All that has gone. There is still a moral imperative for schools to improve, of course, but the means of improvement are seen as something of a vacuum, which the market must swiftly move into and fill. The new thinking effectively says that it doesn’t matter who provides or brings about improvement, because the market will determine what is good and what is not, and the less good will wane and die because it will not be bought by cash-strapped schools who will of course spend wisely because of the need to ensure value for money.

Three examples are given by the Department for Education of how improvement may be brought about. First there is the school to school model. Currently, there is a drive to put in place “teaching schools”. It could fairly be argued that teaching is what all schools do, but this use of the name is in the same bracket as teaching hospitals, where world class expertise is made available to others in order to secure higher standards for all. These teaching schools will form alliances with lesser establishments and will nurture them towards excellence. There’s money in it, of course. Up ’til now, schools in the same locality have been competitive, striving to attract numbers and foster a reputation for excellence that will raise house prices in their catchment areas. The idea of giving away your best teachers and resources and ideas was anathema, but now you can be paid to do it in the form of a considerably bigger budget share for your school.
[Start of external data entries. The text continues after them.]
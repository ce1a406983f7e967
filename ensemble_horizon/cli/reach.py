"""The command ``reach``."""

from __future__ import annotations

import click
import numpy as np
from rich.markup import escape
from rich.table import Table

from ensemble_horizon.cli.session import common_options, console
from ensemble_horizon.errors import SettingsError
from ensemble_horizon.night.reaching import Reach, reach_of_products
from ensemble_horizon.products.wording import duration, number
from ensemble_horizon.settings import read_settings
from ensemble_horizon.vocabulary import CAUTION


@click.command("reach")
@click.argument("config", type=click.Path())
@click.option("--variable", required=True, help="A variable of the settings.")
@click.option("--place", help="A region or site; all of them where it is left out.")
@click.option(
    "--tolerance", "tolerances", type=float, multiple=True, required=True,
    help="In the units of the variable; may be repeated.",
)  # fmt: skip
@click.option(
    "--smaller", "factors", type=float, multiple=True, default=(2.0, 10.0), show_default=True,
    help="Divide the initial error by this; may be repeated.",
)  # fmt: skip
@common_options
def command(
    config: str,
    variable: str,
    place: str | None,
    tolerances: tuple[float, ...],
    factors: tuple[float, ...],
    quiet: bool,
) -> None:
    """Say how much lead a smaller initial error, or another tolerance, would buy.

    Asks the laws that the last estimate with CONFIG fitted, pooled over starts where there were
    several; run that first.
    """
    for option, amounts in (("--tolerance", tolerances), ("--smaller", factors)):
        for amount in amounts:
            if not 0 < amount < np.inf:
                raise SettingsError(
                    option,
                    expected="a finite number above zero",
                    found=f"{amount:g}",
                    remedy="correct it",
                )
    settings = read_settings(config)
    answers = reach_of_products(settings, variable, place, tolerances, (1.0, *factors))
    if quiet:
        return
    screen = console()
    for answer in answers:
        screen.print(_bought(answer), _doubling(answer))
    screen.print(
        "Limits here are those of the fitted law; the estimate gives those of the measured curve, "
        "so compare the gains. No limit: the law never comes to the tolerance from there, or it "
        "saturates below. A law fitted to this run is taken beyond what the run shows wherever "
        "errors are smaller, or leads longer, than in it.",
        CAUTION,
        style="italic",
    )


def _bought(answer: Reach) -> Table:
    fitted = (
        f"{answer.law} law, initial error {number(answer.initial_error)} {answer.units}"
        if np.isfinite(answer.initial_error)
        else "no law could be fitted"
    )
    title = f"{answer.place}, {answer.variable}, {answer.start}: {fitted}"
    table = Table(title=escape(title), title_justify="left")
    table.add_column(escape(f"tolerance ({answer.units})"), justify="right")
    for factor in answer.bought["error_factor"].values:
        as_it_is = factor == 1
        table.add_column("error as it is" if as_it_is else f"error / {factor:g}", justify="right")
    table.add_column("perfect start", justify="right")
    for position, size in enumerate(answer.bought["tolerance"].values):
        row = answer.bought.isel({"tolerance": position})
        cells = [
            _lead(float(limit), float(gain), answer)
            for limit, gain in zip(row["horizon"].values, row["gained"].values, strict=True)
        ]
        table.add_row(f"{size:g}", *cells, _lead(float(row["perfect"]), 0.0, answer))
    return table


def _lead(limit: float, gain: float, answer: Reach) -> str:
    if np.isnan(limit):
        return "no fit"
    if np.isinf(limit):
        return "no limit"
    text = duration(limit, answer.lead_units)
    if limit > answer.last_lead:
        text += " (beyond the run)"
    return f"{text} (+{duration(gain, answer.lead_units)})" if gain > 0 else text


def _doubling(answer: Reach) -> Table:
    table = Table(title="Doubling time by error size", title_justify="left")
    for size in answer.sizes:
        table.add_column(escape(f"{number(float(size))} {answer.units}"), justify="right")
    cells = [
        duration(float(time), answer.lead_units) if np.isfinite(time) else "never"
        for time in answer.doubling
    ]
    if cells:
        table.add_row(*cells)
    return table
The second example is academies. Apparently, by joining forces and throwing off the constraints of the local authority and the national curriculum, academies will bring about a “levelling up” of the playing field.

And finally, there are the private and/or local authority outfits that will offer improvement services to schools (much the same services that they used to get for free), although now they will need to operate purely on a traded services model, offering packages, cut price deals and premium training to entice schools to part with the tiny part of their budgets that can be spared for staff development.

In all of these examples, of course, the market will decide who prospers and who goes bust.

And if standards don’t rise? Well, it can’t be the fault of the market, can it? As we know, the market is efficient.